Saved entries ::
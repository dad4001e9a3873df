/**
 * Stage 3, bind: a parsed relation against a model's dimensions. Names become indices in the
 * solver's value array, unit literals numbers in the model unit, lengths and angles are checked
 * against each other, and constant subtrees are folded.
 */
import { MM_PER_IN, type ModelUnit } from '../length';
import { TOLERANCES } from '../numeric';
import { applyFn, evalBin } from './arithmetic';
import { BoundRelation, type CompiledRelation } from './compile';
import { ExpressionError } from './error';
import type { ExprNode, FunctionName, ParsedRelation, UnitSymbol } from './vocabulary';

/** Powers of length and angle; null is a bare number that adapts to its neighbour. */
export interface UnitDim {
  L: number;
  A: number;
}

export type SymbolQuantity = 'length' | 'angle' | 'count';

export interface SymbolInfo {
  /** The dimension's index in the solver's value array. */
  index: number;
  quantity: SymbolQuantity;
}

/** The bound tree: names resolved to variables, constants folded. */
export type BNode =
  | { t: 'num'; v: number }
  | { t: 'var'; j: number; gi: number; at: number }
  | { t: 'neg'; a: BNode }
  | { t: 'bin'; op: '+' | '-' | '*' | '/' | '^'; a: BNode; b: BNode; at: number }
  | { t: 'call'; fn: FunctionName; args: BNode[]; at: number };

function describe(d: UnitDim | null): string {
  if (!d) return 'a number';
  if (d.L === 1 && d.A === 0) return 'a length';
  if (d.L === 0 && d.A === 1) return 'an angle';
  if (d.L === 0 && d.A === 0) return 'a number';
  const parts: string[] = [];
  if (d.L !== 0) parts.push(d.L === 1 ? 'length' : `length^${d.L}`);
  if (d.A !== 0) parts.push(d.A === 1 ? 'angle' : `angle^${d.A}`);
  return `a ${parts.join('·')}`;
}

const LENGTH: UnitDim = Object.freeze({ L: 1, A: 0 });
const ANGLE: UnitDim = Object.freeze({ L: 0, A: 1 });
const PLAIN: UnitDim = Object.freeze({ L: 0, A: 0 });

/** Lengths must match in power; an angle is a tagged plain number, so it matches one. */
function compatible(x: UnitDim | null, y: UnitDim | null): boolean {
  if (!x || !y) return true;
  const tol = TOLERANCES.unitPower;
  return Math.abs(x.L - y.L) < tol && (Math.abs(x.A - y.A) < tol || x.A === 0 || y.A === 0);
}

function merge(x: UnitDim | null, y: UnitDim | null): UnitDim | null {
  if (!x) return y;
  if (!y) return x;
  return { L: x.L, A: x.A !== 0 ? x.A : y.A };
}

/** Length of one unit symbol in the model unit (angles in degrees). */
function unitFactor(u: UnitSymbol, unit: ModelUnit): { v: number; dim: UnitDim } {
  const len = (mm: number, inch: number) => ({ v: unit === 'mm' ? mm : inch, dim: { L: 1, A: 0 } });
  switch (u) {
    case 'mm':
      return len(1, 1 / MM_PER_IN);
    case 'cm':
      return len(10, 10 / MM_PER_IN);
    case 'inch':
      return len(MM_PER_IN, 1);
    case 'thou':
    case 'mil':
      return len(0.0254, 0.001);
    case 'ft':
      return len(304.8, 12);
    case 'deg':
      return { v: 1, dim: { L: 0, A: 1 } };
  }
}

function isConst(n: BNode): n is { t: 'num'; v: number } {
  return n.t === 'num';
}

/** Resolves names, checks units and folds constants over a parsed relation. */
class Binder {
  readonly localOf = new Map<string, number>();
  readonly vars: number[] = [];
  readonly names: string[] = [];
  constructor(
    private readonly resolve: (name: string) => SymbolInfo | undefined,
    private readonly unit: ModelUnit,
  ) {}

  bind(n: ExprNode): { node: BNode; dim: UnitDim | null } {
    switch (n.t) {
      case 'num':
        return { node: { t: 'num', v: n.v }, dim: null };
      case 'unit': {
        const f = unitFactor(n.unit, this.unit);
        return { node: { t: 'num', v: f.v }, dim: f.dim };
      }
      case 'sym': {
        const info = this.resolve(n.name);
        if (!info) throw new ExpressionError('unknown-name', `unknown dimension '${n.name}'`, n.at);
        let j = this.localOf.get(n.name);
        if (j === undefined) {
          j = this.vars.length;
          this.localOf.set(n.name, j);
          this.vars.push(info.index);
          this.names.push(n.name);
        }
        const dim = info.quantity === 'length' ? LENGTH : info.quantity === 'angle' ? ANGLE : PLAIN;
        return { node: { t: 'var', j, gi: info.index, at: n.at }, dim };
      }
      case 'neg': {
        const a = this.bind(n.a);
        return {
          node: isConst(a.node) ? { t: 'num', v: -a.node.v } : { t: 'neg', a: a.node },
          dim: a.dim,
        };
      }
      case 'bin': {
        const a = this.bind(n.a);
        const b = this.bind(n.b);
        let dim: UnitDim | null;
        switch (n.op) {
          case '+':
          case '-':
            if (!compatible(a.dim, b.dim)) {
              throw new ExpressionError(
                'unit-mismatch',
                `unit mismatch: ${describe(a.dim)} ${n.op} ${describe(b.dim)}`,
                n.at,
              );
            }
            dim = merge(a.dim, b.dim);
            break;
          case '*':
            dim = !a.dim ? b.dim : !b.dim ? a.dim : { L: a.dim.L + b.dim.L, A: a.dim.A + b.dim.A };
            break;
          case '/':
            if (isConst(b.node) && b.node.v === 0)
              throw new ExpressionError('division-by-zero', 'division by zero', n.at);
            dim = !b.dim ? a.dim : { L: (a.dim?.L ?? 0) - b.dim.L, A: (a.dim?.A ?? 0) - b.dim.A };
            if (!a.dim && !b.dim) dim = null;
            break;
          case '^': {
            if (b.dim && b.dim.L !== 0) {
              throw new ExpressionError(
                'unit-mismatch',
                `unit mismatch: an exponent must be a number, not ${describe(b.dim)}`,
                n.at,
              );
            }
            const plain = !a.dim || (a.dim.L === 0 && a.dim.A === 0);
            if (plain) dim = a.dim;
            else if (isConst(b.node)) dim = { L: a.dim!.L * b.node.v, A: a.dim!.A * b.node.v };
            else
              throw new ExpressionError(
                'unit-mismatch',
                `unit mismatch: ${describe(a.dim)} can only be raised to a constant power`,
                n.at,
              );
            break;
          }
        }
        const node: BNode = { t: 'bin', op: n.op, a: a.node, b: b.node, at: n.at };
        if (isConst(a.node) && isConst(b.node)) {
          const v = evalBin(n.op, a.node.v, b.node.v);
          if (!Number.isFinite(v))
            throw new ExpressionError('syntax', 'this constant is not a finite number', n.at);
          return { node: { t: 'num', v }, dim };
        }
        return { node, dim };
      }
      case 'call': {
        const args = n.args.map((x) => this.bind(x));
        // parse.ts checked the count against FUNCTIONS: every function has a first argument.
        const [first] = args;
        if (!first) throw new ExpressionError('syntax', `${n.fn} takes an argument`, n.at);
        let dim: UnitDim | null;
        switch (n.fn) {
          case 'sqrt':
            dim = first.dim ? { L: first.dim.L / 2, A: first.dim.A / 2 } : null;
            break;
          case 'abs':
            dim = first.dim;
            break;
          case 'min':
          case 'max':
          case 'hypot':
            dim = first.dim;
            for (const arg of args.slice(1)) {
              if (!compatible(dim, arg.dim)) {
                throw new ExpressionError(
                  'unit-mismatch',
                  `unit mismatch in ${n.fn}: ${describe(dim)} and ${describe(arg.dim)}`,
                  n.at,
                );
              }
              dim = merge(dim, arg.dim);
            }
            break;
          case 'sin':
          case 'cos':
          case 'tan':
            if (first.dim && first.dim.L !== 0) {
              throw new ExpressionError(
                'unit-mismatch',
                `unit mismatch: ${n.fn} takes an angle (degrees), not ${describe(first.dim)}`,
                n.at,
              );
            }
            dim = { L: 0, A: 0 };
            break;
          case 'asin':
          case 'acos':
          case 'atan':
            if (first.dim && (first.dim.L !== 0 || first.dim.A !== 0)) {
              throw new ExpressionError(
                'unit-mismatch',
                `unit mismatch: ${n.fn} takes a plain number, not ${describe(first.dim)}`,
                n.at,
              );
            }
            dim = { L: 0, A: 1 };
            break;
          case 'atan2': {
            const second = args[1];
            if (!second) throw new ExpressionError('syntax', 'atan2 takes 2 arguments', n.at);
            if (!compatible(first.dim, second.dim)) {
              throw new ExpressionError(
                'unit-mismatch',
                `unit mismatch in atan2: ${describe(first.dim)} and ${describe(second.dim)}`,
                n.at,
              );
            }
            dim = { L: 0, A: 1 };
            break;
          }
        }
        const argNodes = args.map((a) => a.node);
        if (argNodes.every(isConst)) {
          const v = applyFn(
            n.fn,
            argNodes.map((a) => (a as { v: number }).v),
          );
          if (!Number.isFinite(v))
            throw new ExpressionError(
              'syntax',
              `${n.fn} of these constants is not a finite number`,
              n.at,
            );
          return { node: { t: 'num', v }, dim };
        }
        return { node: { t: 'call', fn: n.fn, args: argNodes, at: n.at }, dim };
      }
    }
  }
}

/**
 * Binds a parsed relation to a model's dimensions: resolves names, checks units, folds
 * constants and compiles closures. Throws ExpressionError (unknown name, unit mismatch,
 * division by a constant zero).
 *
 * @example
 * const r = bindRelation(parseRelation('a = b + 1/8 in'), (n) => ({ index: n === 'a' ? 0 : 1, quantity: 'length' }), 'mm');
 * r.residual(Float64Array.of(5.175, 2)) // 0 (to rounding)
 */
export function bindRelation(
  parsed: ParsedRelation,
  resolve: (name: string) => SymbolInfo | undefined,
  unit: ModelUnit,
): CompiledRelation {
  const binder = new Binder(resolve, unit);
  const L = binder.bind(parsed.lhs);
  const R = binder.bind(parsed.rhs);
  if (!compatible(L.dim, R.dim)) {
    throw new ExpressionError(
      'unit-mismatch',
      `unit mismatch: the left side is ${describe(L.dim)}, the right side ${describe(R.dim)}`,
      parsed.eqAt,
    );
  }
  const root: BNode = { t: 'bin', op: '-', a: L.node, b: R.node, at: parsed.eqAt };
  return new BoundRelation(parsed.text, root, binder.vars, binder.names);
}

ASSIGNMENT :: Search the data above for the string "vars" and return every line that has it.

EXPECTED OUTPUT ::
  readonly vars: number[] = [];
          j = this.vars.length;
          this.vars.push(info.index);
  return new BoundRelation(parsed.text, root, binder.vars, binder.names);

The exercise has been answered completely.